20240037788. 3D POSE ESTIMATION IN ROBOTICS simplified abstract (NVIDIA Corporation)

From WikiPatents
Jump to navigation Jump to search

3D POSE ESTIMATION IN ROBOTICS

Organization Name

NVIDIA Corporation

Inventor(s)

Sravya Nimmagadda of Santa Clara CA (US)

David Weikersdorfer of Mountain Vuew CA (US)

3D POSE ESTIMATION IN ROBOTICS - A simplified explanation of the abstract

This abstract first appeared for US patent application 20240037788 titled '3D POSE ESTIMATION IN ROBOTICS

Simplified Explanation

The abstract of the patent application describes a method for training an autoencoder to predict 3D pose labels using simulation data. The simulation data is extracted from a simulated environment that represents the deployment environment of a 3D pose estimator. Assets such as 3D models, textures, and deployment parameters are used to mimic the deployment environment. The autoencoder is trained to predict a segmentation image that is invariant to occlusions and exclude areas of the input image corresponding to object appendages.

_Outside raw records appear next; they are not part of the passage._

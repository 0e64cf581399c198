using BenchmarkDotNet.Attributes;
using BenchmarkDotNet.Running;
using CourseSim.Equilibrium;
using CourseSim.Sail;
using CourseSim.Units;

namespace CourseSim.Benchmarks;

/// <summary>
/// Benchmarks. Run all: dotnet run -c Release --project tools/CourseSim.Benchmarks -- --filter '*'
/// Plain figures of the engine (issue 17), each beside a bare integrator measured in the same run:
///   dotnet run -c Release --project tools/CourseSim.Benchmarks -- report [--repeats N] [--big-boards N] [--after-start-s S]
///       [--big-timings] [--batch-races N] [--threads T]
///   dotnet run -c Release --project tools/CourseSim.Benchmarks -- report-batch [--races N] [--threads T]   (N = 1000: the full batch)
///   dotnet run -c Release --project tools/CourseSim.Benchmarks -- race-loop [RACES] [--timings]   (the 40-board demo raced again and
///       again on one thread after a warm-up race, for a profiler: DOTNET_PerfMapEnabled=1 perf record -g -p PID;
///       --timings: each race's wall ns per board-step by system)
///   dotnet run -c Release --project tools/CourseSim.Benchmarks -- scale-quick [N] [S]   (N boards and 40 to +S s, per system)
///   dotnet run -c Release --project tools/CourseSim.Benchmarks -- alloc-by-system [--cold] [--from S] [--steps N]   (bytes each system allocates from S s (default +60) for N steps (4,000); --cold: no warm-up race)
///   dotnet run -c Release --project tools/CourseSim.Benchmarks -- report-alloc   (the report's bytes per board-step alone, after a warm-up race)
///   dotnet run -c Release --project tools/CourseSim.Benchmarks -- ab OTHER/CourseSim.Benchmarks.dll [--rounds N] [--races M] [--this PATH]
///       (this build against another's, race-loop in turn, a paired ratio with its 95 % interval: AbCompare)
/// Figures are printed, never asserted in tests (see DEVELOPERS.md).
/// </summary>
public static class Program
{
    /// <summary>The 40-board demo, whole races one after another on this thread (one shared rig cache), for profiling.</summary>
    static int RaceLoop(string[] args)
    {
        int races = 5;
        bool timings = args.Length == 3 && args[2] == "--timings";
        if (args.Length > 3 || args.Length == 3 && !timings || args.Length >= 2 && (!int.TryParse(args[1], out races) || races < 1))
        {
            Console.Error.WriteLine($"error: race-loop: expected a number of races (a whole number from 1) and optionally --timings, got '{string.Join(' ', args.Skip(1))}'");
            return 2;
        }
        var rigs = new CourseSim.Equilibrium.RigCache();
        new Race(Demo.Fleet40("race.time_limit_s=60"), rigs.For).Run();
        Console.WriteLine($"race-loop: pid {System.Environment.ProcessId}, warm; racing the 40-board demo {races} times");
        for (int i = 0; i < races; i++)
        {
            double t0 = Machine.ThreadCpuS();
            var race = new Race(Demo.Fleet40(), rigs.For);
            var t = timings ? new CourseSim.Engine.SystemTimings() : null;
            race.Timings = t;
            race.Run();
            Console.WriteLine($"  race {i + 1}: {Machine.ThreadCpuS() - t0:F3} s CPU, ends at {race.Time:F1} s");
            if (i == 0)
            {
                var w = race.Context.Work;
                Console.WriteLine("    work (counts, the same every race): " + string.Join(", ", RaceReport.WorkRows.Select(r => $"{r.Name} {r.Of(w)}")));
            }
            if (t is not null)
                Console.WriteLine("    wall ns per board-step (40 boards x steps): " + string.Join(", ", Enumerable.Range(0, t.Names.Length).Select(k => $"{t.Names[k]} {t.NsPerBoardStep(k, 40):F1}")));
        }
        return 0;
    }

    /// <summary>Where the steady stretch's bytes go: the 40-board demo to +60 s, then 4,000 steps with the per-system clock and byte counts on.</summary>
    static int AllocBySystem()
    {
        var rigs = new CourseSim.Equilibrium.RigCache();
        // A warm-up race over the same stretch on the same rig cache (as `report` has run races before its bytes): the
        // polar rows the race meets are built on first use, and that is construction, not the step.
        var argv = System.Environment.GetCommandLineArgs();
        bool cold = argv.Contains("--cold");
        double Opt(string name, double d) { int i = Array.IndexOf(argv, name); return i >= 0 && i + 1 < argv.Length ? double.Parse(argv[i + 1], System.Globalization.CultureInfo.InvariantCulture) : d; }
        double from = Opt("--from", 60); int steps = (int)Opt("--steps", 4000);
        if (!cold) { var warm = new Race(Demo.Fleet40(), rigs.For); warm.Run(); }
        var race = new Race(Demo.Fleet40(), rigs.For);
        while (!race.IsOver && race.Time < from) race.Step();
        var t = new CourseSim.Engine.SystemTimings();
        race.Timings = t;
        long a0 = GC.GetAllocatedBytesForCurrentThread();
        int e0 = race.Events.Count + race.Incidents.Count;
        for (int i = 0; i < steps && !race.IsOver; i++) race.Step();
        long all = GC.GetAllocatedBytesForCurrentThread() - a0;
        Console.WriteLine($"alloc-by-system ({(cold ? "cold rig cache" : "after a warm-up race on the same rig cache")}): {from:+0;-0} s then {steps} steps: {all} B in all = " +
                          $"{all / (40.0 * steps):F4} B/board-step, {race.Events.Count + race.Incidents.Count - e0} events/incidents");
        for (int i = 0; i < t.Names.Length; i++) Console.WriteLine($"  {t.Names[i],-20} {t.Bytes[i],10} B");
        Console.WriteLine($"  {"outside the systems",-20} {all - t.Bytes.Sum(),10} B");
        return 0;
    }

    /// <summary>A quick look at the scaling: N boards (default 2,000) and 40 from the countdown to +S s (default 30), per system, thread CPU.</summary>
    static int ScaleQuick(string[] args)
    {
        int big = args.Length > 1 ? int.Parse(args[1], System.Globalization.CultureInfo.InvariantCulture) : 2000;
        double after = args.Length > 2 ? double.Parse(args[2], System.Globalization.CultureInfo.InvariantCulture) : 30;
        var rigs = new CourseSim.Equilibrium.RigCache();
        var demo = Demo.Fleet40();
        RaceReport.RunScaledWindow(demo, 40, 9, after, rigs); // warm-up (rig rows, JIT)
        foreach (int n in new[] { 40, big })
        {
            if (n != 40) RaceReport.RunScaledWindow(demo, n, 9, after, rigs); // the polar rows the big fleet's winds need
            var t = new CourseSim.Engine.SystemTimings();
            var run = RaceReport.RunScaledWindow(demo, n, 9, after, rigs, t);
            double sum = Enumerable.Range(0, t.Names.Length).Sum(i => t.NsPerBoardStep(i, n));
            Console.WriteLine($"{n} boards, countdown to +{after} s: {run.TotalNsPerBoardStep:F0} ns/board-step CPU (countdown {run.NsPerBoardStep(0):F0}, first minute {run.NsPerBoardStep(1):F0}); by system (share of the wall-clock sum):");
            for (int i = 0; i < t.Names.Length; i++) Console.WriteLine($"  {t.Names[i],-20} {100 * t.NsPerBoardStep(i, n) / sum,5:F1} %  {t.NsPerBoardStep(i, n) / sum * run.TotalNsPerBoardStep,8:F0} ns");
        }
        return 0;
    }

    public static int Main(string[] args)
    {
        if (args.Length >= 1 && args[0] == "scale-quick") return ScaleQuick(args);
        if (args.Length >= 1 && args[0] == "race-loop") return RaceLoop(args);
        if (args.Length >= 1 && args[0] == "ab") return AbCompare.Run(args);
        if (args.Length >= 1 && args[0] == "alloc-by-system") return AllocBySystem();
        if (args.Length >= 1 && args[0] == "report-alloc") { Machine.PrintHeader(); RaceReport.AllocationOnly(); return 0; }
        if (args.Length == 0 || (args[0] != "report" && args[0] != "report-batch"))
        {
            BenchmarkSwitcher.FromAssembly(typeof(Program).Assembly).Run(args);
            return 0;
        }
        var opts = new ReportOptions();
        int races = 40;
        for (int i = 1; i < args.Length; i++)
        {
            string a = args[i];
            int Int(int min, int max)
            {
                if (i + 1 >= args.Length || !int.TryParse(args[i + 1], out int v) || v < min || v > max)
                    throw new ArgumentException($"option {a}: expected a whole number from {min} to {max}, got '{(i + 1 < args.Length ? args[i + 1] : "")}'");
                i++;
                return v;
            }
            try
            {
                switch (a)
                {
                    case "--repeats": opts = opts with { Repeats = Int(1, 50) }; break;
                    case "--big-boards": opts = opts with { BigBoards = Int(41, 5000) }; break;
                    case "--after-start-s": opts = opts with { AfterStartS = Int(61, 3000) }; break;
                    case "--big-timings": opts = opts with { BigTimings = true }; break;
                    case "--batch-races": opts = opts with { BatchRaces = Int(1, 100_000) }; break;
                    case "--races": races = Int(1, 100_000); break;
                    case "--threads": opts = opts with { Threads = Int(1, 256) }; break;
                    default: throw new ArgumentException($"unknown option '{a}' for {args[0]} (see the top of tools/CourseSim.Benchmarks/Program.cs)");
                }
            }
            catch (ArgumentException e)
            {
                Console.Error.WriteLine($"error: {e.Message}");
                return 2;
            }
        }
        Machine.PrintHeader();
        if (args[0] == "report-batch") { BatchReport.Run(races, opts.Threads); return 0; }
        RaceReport.Run(opts);
        BatchReport.Run(opts.BatchRaces, opts.Threads);
        MemoryFigures.Run();
        return 0;
    }
}

/// <summary>Cost of one equilibrium point, of the rider's trim, and of a whole 15 x 31 polar, on one core.</summary>
[MemoryDiagnoser]
public class EquilibriumBenchmarks
{
    readonly Equipment _eq = new() { Sail = new SailSpec { AreaM2 = 7.8 } };
    VelocityPrediction _vpp = null!;
    readonly double[] _winds = Enumerable.Range(0, 15).Select(i => 6.0 + 2 * i).ToArray();
    readonly double[] _angles = Enumerable.Range(0, 31).Select(i => 30.0 + 5 * i).ToArray();

    [GlobalSetup]
    public void Setup() => _vpp = new VelocityPrediction(new BoardPhysics(_eq));

    [Benchmark(Description = "one equilibrium point (14 kn, 100 deg)")]
    public double Point() => _vpp.Solve(Unit.KnotsToMs(14), Unit.DegToRad(100)).Sailed.Speed;

    [Benchmark(Description = "best trim at one speed")]
    public double Trim() => _vpp.Board.BestTrim(7.0, Unit.DegToRad(100), 9.0).Thrust;

    [Benchmark(Description = "polar 15 winds x 31 angles, VMG and thresholds")]
    public int FullPolar() => Polar.Compute(_eq, _winds, _angles).Points.Count;
}

/// <summary>
/// Wind sampling cost on one core: nanoseconds per sample without and with the shadows of a 40-board fleet, the time to
/// build a field (every race of a batch builds its own), and the memory of the field (the gust tiles; the same for a 3 km course over an hour, since the tile is periodic and frozen).
/// </summary>
[MemoryDiagnoser]
public class WindBenchmarks
{
    CourseSim.Wind.WindField _field = null!;
    CourseSim.Wind.WindShadow _shadow = null!;
    double[] _x = null!, _y = null!;
    const int N = 1000;

    [GlobalSetup]
    public void Setup()
    {
        var s = new CourseSim.Wind.WindSettings();
        _field = new CourseSim.Wind.WindField(s, 1);
        _shadow = new CourseSim.Wind.WindShadow(s);
        var r = new CourseSim.Random.CounterRng(2, 3);
        _x = Enumerable.Range(0, N).Select(i => r.Uniform((ulong)(2 * i)) * 3000 - 1500).ToArray();
        _y = Enumerable.Range(0, N).Select(i => r.Uniform((ulong)(2 * i + 1)) * 3000 - 1500).ToArray();
        // 40 boards bunched near a mark: the shadow look-ups have neighbours to check.
        var src = Enumerable.Range(0, 40).Select(i => new CourseSim.Wind.ShadowSource(r.Uniform((ulong)(5000 + i)) * 150, r.Uniform((ulong)(6000 + i)) * 150, 225, 5, 7)).ToArray();
        _shadow.Build(src);
        for (int i = 0; i < 40; i++) { _x[i] = src[i].X + 3; _y[i] = src[i].Y - 10; }
        Console.WriteLine($"// wind field memory: {_field.MemoryBytes / 1024.0 / 1024.0:F1} MiB (any course size, any duration)");
    }

    [Benchmark(OperationsPerInvoke = N, Description = "wind sample, no shadows (ns/sample)")]
    public double Sample()
    {
        double s = 0;
        for (int i = 0; i < N; i++) s += _field.Sample(_x[i], _y[i], i * 0.05).SpeedMs;
        return s;
    }

    [Benchmark(Description = "wind field build: shift table and gust tiles (once per race)")]
    public long Build() => new CourseSim.Wind.WindField(new CourseSim.Wind.WindSettings(), 7).MemoryBytes;

    [Benchmark(OperationsPerInvoke = N, Description = "wind sample with 40-board shadows (ns/sample)")]
    public double SampleWithShadows()
    {
        double s = 0;
        for (int i = 0; i < N; i++) s += _shadow.Apply(_field.Sample(_x[i], _y[i], i * 0.05), _x[i], _y[i]).SpeedMs;
        return s;
    }
}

Additionally, a GAN is used to adapt the 3D pose to unlabeled real-world data by predicting whether the output of the 3D pose estimator is generated from real-world or simulated data.

  • An autoencoder is trained to predict 3D pose labels using simulation data.
  • Simulation data is extracted from a simulated environment representing the deployment environment of a 3D pose estimator.
  • Assets like 3D models, textures, and deployment parameters are used to mimic the deployment environment.
  • The autoencoder predicts a segmentation image that is invariant to occlusions.
  • Areas of the input image corresponding to object appendages are excluded from the prediction.
  • A GAN is used to adapt the 3D pose to unlabeled real-world data.
  • The GAN predicts whether the output of the 3D pose estimator is from real-world or simulated data.

Potential Applications

  • Improving the accuracy and robustness of 3D pose estimation in real-world scenarios.
  • Training 3D pose estimators using simulated data before deployment in real-world environments.
  • Enhancing the performance of computer vision systems in object recognition and tracking.

Problems Solved

  • Overcoming the limitations of training 3D pose estimators solely on real-world data.
  • Addressing occlusion challenges in 3D pose estimation.
  • Improving the generalization of 3D pose estimators to different deployment scenarios.

Benefits

  • Increased accuracy and reliability of 3D pose estimation in real-world applications.
  • Cost-effective training of 3D pose estimators using simulated data.
  • Improved adaptability of 3D pose estimators to various deployment conditions.


Original Abstract Submitted

an autoencoder may be trained to predict 3d pose labels using simulation data extracted from a simulated environment, which may be configured to represent an environment in which the 3d pose estimator is to be deployed. assets may be used to mimic the deployment environment such as 3d models or textures and parameters used to define deployment scenarios and/or conditions that the 3d pose estimator will operate under in the environment. the autoencoder may be trained to predict a segmentation image from an input image that is invariant to occlusions. further, the autoencoder may be trained to exclude areas of the input image from the object that correspond to one or more appendages of the object. the 3d pose may be adapted to unlabeled real-world data using a gan, which predicts whether output of the 3d pose estimator was generated from real-world data or simulated data.